### DATA TO USE

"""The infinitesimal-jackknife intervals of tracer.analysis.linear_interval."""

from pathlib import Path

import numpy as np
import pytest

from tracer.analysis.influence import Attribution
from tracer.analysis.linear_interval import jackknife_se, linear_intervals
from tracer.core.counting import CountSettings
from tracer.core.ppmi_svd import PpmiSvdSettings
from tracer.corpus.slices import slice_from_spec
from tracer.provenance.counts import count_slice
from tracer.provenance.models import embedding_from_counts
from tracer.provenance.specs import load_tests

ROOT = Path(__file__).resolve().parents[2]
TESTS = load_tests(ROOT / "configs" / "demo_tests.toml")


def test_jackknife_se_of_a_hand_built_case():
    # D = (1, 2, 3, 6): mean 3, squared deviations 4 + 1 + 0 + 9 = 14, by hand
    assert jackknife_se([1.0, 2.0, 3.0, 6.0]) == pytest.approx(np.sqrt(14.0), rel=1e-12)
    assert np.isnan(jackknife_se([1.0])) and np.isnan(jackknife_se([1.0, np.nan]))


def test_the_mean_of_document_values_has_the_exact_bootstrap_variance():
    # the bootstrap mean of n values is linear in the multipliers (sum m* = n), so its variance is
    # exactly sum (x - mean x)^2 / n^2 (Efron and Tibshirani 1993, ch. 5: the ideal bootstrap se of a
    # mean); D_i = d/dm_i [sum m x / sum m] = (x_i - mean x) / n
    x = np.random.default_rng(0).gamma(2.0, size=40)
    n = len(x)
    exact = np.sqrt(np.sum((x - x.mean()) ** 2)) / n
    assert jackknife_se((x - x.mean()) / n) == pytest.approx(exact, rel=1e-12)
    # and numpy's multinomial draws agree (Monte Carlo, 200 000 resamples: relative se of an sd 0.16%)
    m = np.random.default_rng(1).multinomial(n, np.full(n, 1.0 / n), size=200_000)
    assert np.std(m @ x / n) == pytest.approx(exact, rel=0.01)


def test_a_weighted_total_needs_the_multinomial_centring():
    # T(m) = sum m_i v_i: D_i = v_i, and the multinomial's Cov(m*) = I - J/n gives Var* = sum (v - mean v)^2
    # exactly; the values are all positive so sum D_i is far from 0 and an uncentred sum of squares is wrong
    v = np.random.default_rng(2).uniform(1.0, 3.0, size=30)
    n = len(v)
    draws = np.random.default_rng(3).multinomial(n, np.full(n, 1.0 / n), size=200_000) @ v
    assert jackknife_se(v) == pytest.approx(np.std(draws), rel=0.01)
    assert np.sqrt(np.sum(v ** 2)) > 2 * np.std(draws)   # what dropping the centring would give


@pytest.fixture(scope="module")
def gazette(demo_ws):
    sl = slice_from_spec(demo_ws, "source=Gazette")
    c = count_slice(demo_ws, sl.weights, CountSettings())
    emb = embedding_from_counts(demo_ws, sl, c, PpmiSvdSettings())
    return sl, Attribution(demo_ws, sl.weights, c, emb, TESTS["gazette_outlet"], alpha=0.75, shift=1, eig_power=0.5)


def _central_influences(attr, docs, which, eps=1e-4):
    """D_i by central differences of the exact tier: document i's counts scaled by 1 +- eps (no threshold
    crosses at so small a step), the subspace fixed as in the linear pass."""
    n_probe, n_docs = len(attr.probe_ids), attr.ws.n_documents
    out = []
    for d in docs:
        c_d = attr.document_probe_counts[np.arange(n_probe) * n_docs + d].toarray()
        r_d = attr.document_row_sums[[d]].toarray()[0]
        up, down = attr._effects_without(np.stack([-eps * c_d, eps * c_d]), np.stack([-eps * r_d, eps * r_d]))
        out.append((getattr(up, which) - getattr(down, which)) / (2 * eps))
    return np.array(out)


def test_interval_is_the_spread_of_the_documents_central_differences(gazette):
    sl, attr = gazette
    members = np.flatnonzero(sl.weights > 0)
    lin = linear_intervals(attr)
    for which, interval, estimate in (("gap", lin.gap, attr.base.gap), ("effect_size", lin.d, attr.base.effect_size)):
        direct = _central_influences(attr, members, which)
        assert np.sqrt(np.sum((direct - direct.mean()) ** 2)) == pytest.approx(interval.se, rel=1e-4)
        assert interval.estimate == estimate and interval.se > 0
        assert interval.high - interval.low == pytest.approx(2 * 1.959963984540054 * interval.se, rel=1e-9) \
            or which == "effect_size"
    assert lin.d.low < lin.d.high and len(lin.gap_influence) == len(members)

######

Starting with the first line of the data above, copy each line exactly until you reach the line with "# the bootstrap"; include that line as well.

"""The infinitesimal-jackknife intervals of tracer.analysis.linear_interval."""

from pathlib import Path

import numpy as np
import pytest

from tracer.analysis.influence import Attribution
from tracer.analysis.linear_interval import jackknife_se, linear_intervals
from tracer.core.counting import CountSettings
from tracer.core.ppmi_svd import PpmiSvdSettings
from tracer.corpus.slices import slice_from_spec
from tracer.provenance.counts import count_slice
from tracer.provenance.models import embedding_from_counts
from tracer.provenance.specs import load_tests

ROOT = Path(__file__).resolve().parents[2]
TESTS = load_tests(ROOT / "configs" / "demo_tests.toml")


def test_jackknife_se_of_a_hand_built_case():
    # D = (1, 2, 3, 6): mean 3, squared deviations 4 + 1 + 0 + 9 = 14, by hand
    assert jackknife_se([1.0, 2.0, 3.0, 6.0]) == pytest.approx(np.sqrt(14.0), rel=1e-12)
    assert np.isnan(jackknife_se([1.0])) and np.isnan(jackknife_se([1.0, np.nan]))


def test_the_mean_of_document_values_has_the_exact_bootstrap_variance():
    # the bootstrap mean of n values is linear in the multipliers (sum m* = n), so its variance is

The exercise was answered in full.